Entre os homens mendigos há irmãos da opa, agentes de depravação viciados, profissionais de doenças falsas, mascarando um formidável cenário de dores e de aniquilamento. Só depois de um longo convívio é que se pode assistir à iniciação da maçonaria dos miseráveis, os estudos de extorsão pelo rogo, toda a tática lenta do pedido em nome de Deus que, às vezes, acaba em pancada. Os homens exploradores não tem brio. As mulheres, só quando são realmente desgraçadas é que não mentem e não fantasiam. São, entretanto, as mais incríveis.
Foi Pietro Mazzoli, um mendigo cínico, que pára sempre no Largo do Capim, quem me apontou o meio diverso da mendicidade das mulheres. Pietro é baixo, reforçado, corado. Puxa sempre a suiça potente, com o minúsculo chapeuzinho posto ao lado, sobre a juba enorme e cheia de lêndeas. É mendigo por desfastio e comodidade. Soldado, fugiu do serviço militar como criado de bordo. Em Buenos Aires fez-se inculcador de casas suspeitas, porteiro do mesmo gênero, caften, barítono de café cantante, preso. No Rio, sendo-lhe habitual a prisão, já foi cego, torto das pernas, aleijado de carrinho, corcunda, maneta, atacado do mal de S. Guido. É o Frégoli da miséria. Antes de se estabelecer mendigo, andou pelo Estado do Rio fazendo dançar um urso que era um companheiro de malandragens. Essa pilhéria do urso nada autêntico valeu-lhe uma sova e três anos de prisão. Homem de tal jaez conhece todos os truques, a falsa miséria e a verdadeira, a exploração e a dor sentida. É ele quem nos inicia.
Há mendigas burguesas, mendigas mães de família, alugadas, dirigidas por caftens, cegas que vêem admiravelmente bem, chaguentas lépidas, cartomantes ambulantes, vagabundas, e uma série de mulheres perdidas cuja estrela escureceu na mais aflitiva desgraça.
Nos pontos dos bondes, pelas ruas, guiadas sempre por crianças de faces inexpressivas, vemos tristes criaturas com as mãos estendidas, mastigando desejos para a nossa salvação, com a ajuda de Deus
Há a Antônia Maria, a Zulmira, a viúva Justina, a d. Ambrosina, a excelente e anafada tia Josefa; umas magras, amparadas aos bordões, chorando humildades; outras gordas, movendo a mole do corpo com tremidinhos de creme. Às portas das igrejas param, indagam quem entra, a ver se a missa é de gente rica; postam-se nas escadarias, agachadas, salmodiando funerariamente, olhando com rancor os mendigos – negros roídos de alcoolismo, velhos a tremer de sífilis. A lista dessas senhoras é interminável, e há entre elas, negócios à parte, uma interessante sociabilidade. Cada uma tem o seu bairro a explorar, a sua igreja, o seu ponto livre de incômodos imprevistos. Quando aparece alguma neófita, olham-na furiosas e martirizam-na como nas escolas aos estudantes calouros.
Têm, naturalmente, uma vida regrada a cronômetro suíço, criaturas tão convencidas do seu ofício. Saem de casa às 6 da manhã, ouvem missa devotamente porque acreditam em Deus e usam ao peito medalhinhas de santos.
Depois, postam-se à porta até que a última missa tenha dado a receita suficiente às várias dependências do templo, vão almoçar e começam a peregrinação pelos bondes, de porta em porta, até à hora de jantar. Uma, a Isabel Ferreira, cabocla esguia e má, pede à noite e confessa que isso dá uma nota mais lúgubre, mais emocionante ao pedido.

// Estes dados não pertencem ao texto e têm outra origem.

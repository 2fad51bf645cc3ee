import { EstimationError } from '../estimation-error';
import { analysePriceLadder } from '../price-ladder/price-ladder';
import { analyseOpenEndedWtp } from '../willingness-to-pay/open-ended-wtp';
import { buildDemandSchedule } from './demand-schedule';
import { demandScheduleSchema } from './demand-schedule-schema';
import { linearRegressionDemand, logLogRegressionDemand } from './regression-demand-curves';
import { refusalOf } from '../../../tests/support/estimation-refusal';

const linear = linearRegressionDemand({
  intercept: 100,
  priceCoefficient: -2,
  covariance: [
    [4, -0.15],
    [-0.15, 0.01],
  ],
  dfResidual: 10,
  observedPriceRange: { min: 10, max: 30 },
  n: 12,
});

describe('buildDemandSchedule', () => {
  const schedule = buildDemandSchedule(linear, { from: 0, to: 40, steps: 5 });

  it('tabulates quantity, revenue and elasticity on the grid', () => {
    // Q = 100 − 2P: at 20, Q = 60, revenue 1200, ε = −2/3 (CHECKS.md §8, textbook).
    const at20 = schedule.rows.find((r) => r.price === 20)!;
    expect(at20.quantity).toBe(60);
    expect(at20.revenue).toBe(1200);
    expect(at20.elasticity).toBeCloseTo(-2 / 3, 12);
    expect(schedule.n).toBe(12);
  });

  it('gives a t band for the mean prediction', () => {
    // Computed here by hand: var = 4 − 2·0.15·20 + 0.01·400 = 2, t(0.975, 10) = 2.2281388519862744 (CHECKS.md §3).
    const at20 = schedule.rows.find((r) => r.price === 20)!;
    expect(at20.ciHigh! - 60).toBeCloseTo(2.2281388519862744 * Math.sqrt(2), 10);
    expect(60 - at20.ciLow!).toBeCloseTo(2.2281388519862744 * Math.sqrt(2), 10);
  });

  it('flags prices outside the fitted range as extrapolation', () => {
    expect(schedule.rows.map((r) => [r.price, r.extrapolated])).toEqual([
      [0, true],
      [10, false],
      [20, false],
      [30, false],
      [40, true],
    ]);
  });

  it('gives no elasticity at price 0', () => {
    expect(schedule.rows[0].elasticity).toBeNull();
  });

  it('tabulates a price-ladder purchase curve with a band around each share', () => {
    const answers = ['a', 'b', 'c', 'd', 'e'].flatMap((respondent, r) =>
      [10, 20, 30].map((price, k) => ({ respondent, price, buy: k <= r % 3 ? 1 : 0 })),
    );
    const ladder = analysePriceLadder({ answers });
    const table = buildDemandSchedule(ladder.curve, { prices: [5, 15, 25, 35] });
    expect(table.quantityKind).toBe('share');
    table.rows.forEach((row) => {
      expect(row.ciLow!).toBeLessThanOrEqual(row.quantity);
      expect(row.ciHigh!).toBeGreaterThanOrEqual(row.quantity);
    });
    expect(table.rows.map((r) => r.extrapolated)).toEqual([true, false, false, true]);
  });

  it('gives a step curve no elasticity and no band', () => {
    const wtp = analyseOpenEndedWtp({ wtp: [0, 5, 10, 20], replicates: 10 });
    const table = buildDemandSchedule(wtp.curve, { prices: [1, 6] });
    expect(table.rows.map((r) => [r.quantity, r.elasticity, r.ciLow])).toEqual([
      [0.75, null, null],
      [0.5, null, null],
    ]);
  });

  it('gives a log-log curve its constant elasticity and a band on the log scale', () => {
    const ce = logLogRegressionDemand({
      intercept: 5,
      priceCoefficient: -1.4,
      covariance: [
        [0.04, 0],
        [0, 0.01],
      ],
      observedPriceRange: { min: 1, max: 5 },
      n: 30,
    });
    const row = buildDemandSchedule(ce, { prices: [1] }).rows[0];
    expect(row.elasticity).toBe(-1.4);
    // At P = 1 only the intercept varies: exp(5 ± 1.959963984540054·0.2), z from CHECKS.md §3.
    expect(row.ciHigh).toBeCloseTo(Math.exp(5 + 1.959963984540054 * 0.2), 9);
  });

  it('refuses a grid that does not increase or has one step', () => {
    expect(() => buildDemandSchedule(linear, { prices: [10, 10] })).toThrow(EstimationError);
    expect(
      refusalOf(() => buildDemandSchedule(linear, { from: 1, to: 2, steps: 1 })),
    ).toMatchObject({ code: 'invalid-value', field: 'grid' });
  });
});

describe('demandScheduleSchema', () => {
  const good = buildDemandSchedule(linear, { prices: [10, 20] });

  it('accepts a built schedule', () => {
    expect(demandScheduleSchema.safeParse(good).success).toBe(true);
  });

  it('rejects falling prices, a band that misses the prediction and a missing n', () => {
    const swapped = { ...good, rows: [good.rows[1], good.rows[0]] };
    expect(demandScheduleSchema.safeParse(swapped).success).toBe(false);
    const badBand = { ...good, rows: [{ ...good.rows[0], ciLow: 1000, ciHigh: 2000 }] };
    expect(demandScheduleSchema.safeParse(badBand).success).toBe(false);
    const noN: Record<string, unknown> = { ...good };
    delete noN['n'];
    expect(demandScheduleSchema.safeParse(noN).success).toBe(false);
  });
});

Ao passar por essa gente sentem todos o fraco egoísmo da bondade e, cinco ou seis dias depois de as conversar, percebe-se que esmolar é apenas uma profissão menos fatigante que coser ou lavar – e sem responsabilidades, na sombra, na pândega. A maior parte dessas senhoras não tem moléstia alguma; sustenta a casa arrumadinha, canja aos domingos, fatiotas novas para os grandes dias. São, ou dizem-se, quase sempre viúvas.
Algumas, embrulhadas em xales pretos, acompanhadas de dois ou três petizes, as mais das vezes alugados – como uma certa mulher cor de cera, chamada Rosa – percorrem os estabelecimentos comerciais, ou lugares de agitação; sobem às redações dos jornais, forçando a esmola, agarrando, implorando. A d. Rosa, para dizer o seu nome e a inaudita felicidade da vida numa rede de mentiras, arrancou-me cinco mil réis, com precipitação, arte e destreza tais que, quando dei por mim, já ia longe com os petizes e a nota.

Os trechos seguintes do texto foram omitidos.